//! Lengths on one scale, strip below strip: jobs on machines over time, pieces in bins. Names
//! stand in the lengths that have room for them; the others have theirs as a title.

use record::message::{Drawing, Part, Picture, Strip};
use report::axis::Axis;
use report::number::{full, short};
use yew::prelude::*;

use crate::browser::size::use_width;
use crate::state::pointer::Shared;
use crate::view::map::{is_fractional, px};

/// Height of a strip, of what lies in it, and of the line of figures, in pixels.
const STRIP: f64 = 30.0;
const PART: f64 = 20.0;
const FIGURES: f64 = 20.0;
/// About so many figures stand below.
const FIGURED: u32 = 5;
/// Width of a letter, and the most that the names at the left take.
const LETTER: f64 = 7.0;
const NAMES: f64 = 120.0;

#[derive(Properties, PartialEq)]
pub(crate) struct StripsProps {
    pub(crate) drawing: Shared<Drawing>,
    /// The column that is chosen in the table of values.
    pub(crate) column: Option<u32>,
}

/// The strips.
#[component]
pub(crate) fn Strips(props: &StripsProps) -> Html {
    let node = use_node_ref();
    let width = use_width(&node);
    let Picture::Strips { strips, time } = &props.drawing.picture else { return Html::default() };
    let longest = strips.iter().map(|strip| strip.name.chars().count()).max().unwrap_or_default();
    let left = longest as f64 * LETTER + 8.0;
    let left = if left < NAMES { left } else { NAMES };
    let scale = Scale { left, step: (width - left - 8.0) / end(strips) };
    let below = STRIP * strips.len() as f64;
    html! {
        <div class="map" ref={node}>
            if width > 0.0 {
                <svg
                    width={width.to_string()} height={px(below + FIGURES)} role="img" class="strips"
                    aria-label={format!("{}; the values are in the table", props.drawing.name)}
                    data-testid="strips"
                >
                    { figures(&scale, end(strips), below) }
                    for (row, strip) in strips.iter().enumerate() {
                        { strip_of(strip, *time, (STRIP * row as f64, &scale), props.column) }
                    }
                </svg>
            }
        </div>
    }
}

/// Where the strips begin and how many pixels a unit takes.
struct Scale {
    left: f64,
    step: f64,
}

impl Scale {
    fn at(&self, value: f64) -> f64 {
        self.left + value * self.step
    }
}

/// The end of the longest strip or room.
fn end(strips: &[Strip]) -> f64 {
    let ends = strips.iter().flat_map(|strip| {
        strip.parts.iter().map(|part| part.to).chain(strip.limit.filter(|limit| limit.is_finite()))
    });
    let end = ends.fold(0.0, |most: f64, end| if end > most { end } else { most });
    if end > 0.0 { end } else { 1.0 }
}

fn figures(scale: &Scale, end: f64, below: f64) -> Html {
    html! {
        <g class="bars">
            <line x1={px(scale.left)} y1={px(below)} x2={px(scale.at(end))} y2={px(below)} />
            for value in Axis::fit(0.0, end, FIGURED).ticks().into_iter().filter(|&value| value <= end) {
                <text class="name" x={px(scale.at(value))} y={px(below + 14.0)} text-anchor="middle">{ short(value) }</text>
            }
        </g>
    }
}

fn strip_of(strip: &Strip, time: bool, (top, scale): (f64, &Scale), column: Option<u32>) -> Html {
    let letters = ((scale.left - 8.0) / LETTER).floor() as usize;
    html! {
        <g class="bars">
            <text class="name" x="0" y={px(top + 18.0)}>
                { shortened(&strip.name, letters) }
                <title>{ strip.name.clone() }</title>
            </text>
            for part in strip.parts.iter() { { length(part, &words(part, strip, time), (top, scale), column) } }
            if let Some(limit) = strip.limit {
                <line class="limit" x1={px(scale.at(limit))} y1={px(top + 1.0)} x2={px(scale.at(limit))} y2={px(top + STRIP - 3.0)}>
                    <title>{ format!("room for {}", full(limit)) }</title>
                </line>
            }
        </g>
    }
}

fn length(
    part: &Part,
    [name, title]: &[String; 2],
    (top, scale): (f64, &Scale),
    column: Option<u32>,
) -> Html {
    let (from, width) = (scale.at(part.from), (part.to - part.from) * scale.step);
    let class = classes!(
        is_fractional(part.value).then_some("fractional"),
        (column == Some(part.column)).then_some("chosen")
    );
    let room = ((width - 6.0) / LETTER).floor();
    let name = if room >= 1.0 { shortened(name, room as usize) } else { String::new() };
    html! {
        <g {class}>
            <rect x={px(from)} y={px(top + 3.0)} width={px(width)} height={px(PART)}>
                <title>{ title.clone() }</title>
            </rect>
            <text class="name" x={px(from + 4.0)} y={px(top + 17.0)}>{ name }</text>
        </g>
    }
}

/// What stands in a part, and its title in full.
fn words(part: &Part, strip: &Strip, time: bool) -> [String; 2] {
    let whole = part.value == 1.0;
    let times = if whole { String::new() } else { format!(" × {}", short(part.value)) };
    let inside = match (part.name == strip.name, whole) {
        (true, true) => String::new(),
        (true, false) => short(part.value),
        _ => format!("{}{times}", part.name),
    };
    let (from, to, length) = (full(part.from), full(part.to), full(part.to - part.from));
    let title = if time {
        format!("{}: {from} to {to}{times}", part.name)
    } else {
        format!("{}{times}: {length}", part.name)
    };
    [inside, title]
}

/// A name in so many letters: cut short where it is longer, left out where nothing of it is left.
fn shortened(name: &str, letters: usize) -> String {
    let length = name.chars().count();
    if length <= letters {
        name.to_owned()
    } else if letters < 3 {
        String::new()
    } else {
        name.chars().take(letters - 1).chain(['…']).collect()
    }
}

#[cfg(test)]
mod tests {
    use super::*;

    #[test]
    fn names_are_cut_to_their_room() {
        assert_eq!(shortened("oven", 4), "oven");
        assert_eq!(shortened("large oven", 6), "large…");
        assert_eq!(shortened("oven", 2), "");
    }

    #[test]
    fn a_part_says_what_its_strip_does_not() {
        let part = |name: &str, value| Part {
            name: name.to_owned(),
            from: 2.0,
            to: 5.0,
            value,
            column: 0,
        };
        let strip = Strip { name: "dig".to_owned(), limit: None, parts: Vec::new() };
        let said = |part: &Part, time| words(part, &strip, time);
        assert_eq!(said(&part("dig", 1.0), true), ["", "dig: 2 to 5"]);
        assert_eq!(said(&part("dig", 0.25), true), ["0.25", "dig: 2 to 5 × 0.25"]);
        assert_eq!(said(&part("beam", 2.0), false), ["beam × 2", "beam × 2: 3"]);
    }

    #[test]
    fn the_scale_reaches_the_end_of_what_is_longest() {
        let part = Part { name: String::new(), from: 2.0, to: 7.0, value: 1.0, column: 0 };
        let strip = |limit| Strip { name: String::new(), limit, parts: vec![part.clone()] };
        assert_eq!(end(&[strip(None)]), 7.0);
        assert_eq!(end(&[strip(Some(9.0))]), 9.0);
        assert_eq!(end(&[]), 1.0);
    }
}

++++++

What you give back should be exactly the lines of the data above from the line with "as a title." through the line with "const FIGURES: f64 = 20.0;", both of those included, and nothing more.

//! stand in the lengths that have room for them; the others have theirs as a title.

use record::message::{Drawing, Part, Picture, Strip};
use report::axis::Axis;
use report::number::{full, short};
use yew::prelude::*;

use crate::browser::size::use_width;
use crate::state::pointer::Shared;
use crate::view::map::{is_fractional, px};

/// Height of a strip, of what lies in it, and of the line of figures, in pixels.
const STRIP: f64 = 30.0;
const PART: f64 = 20.0;
const FIGURES: f64 = 20.0;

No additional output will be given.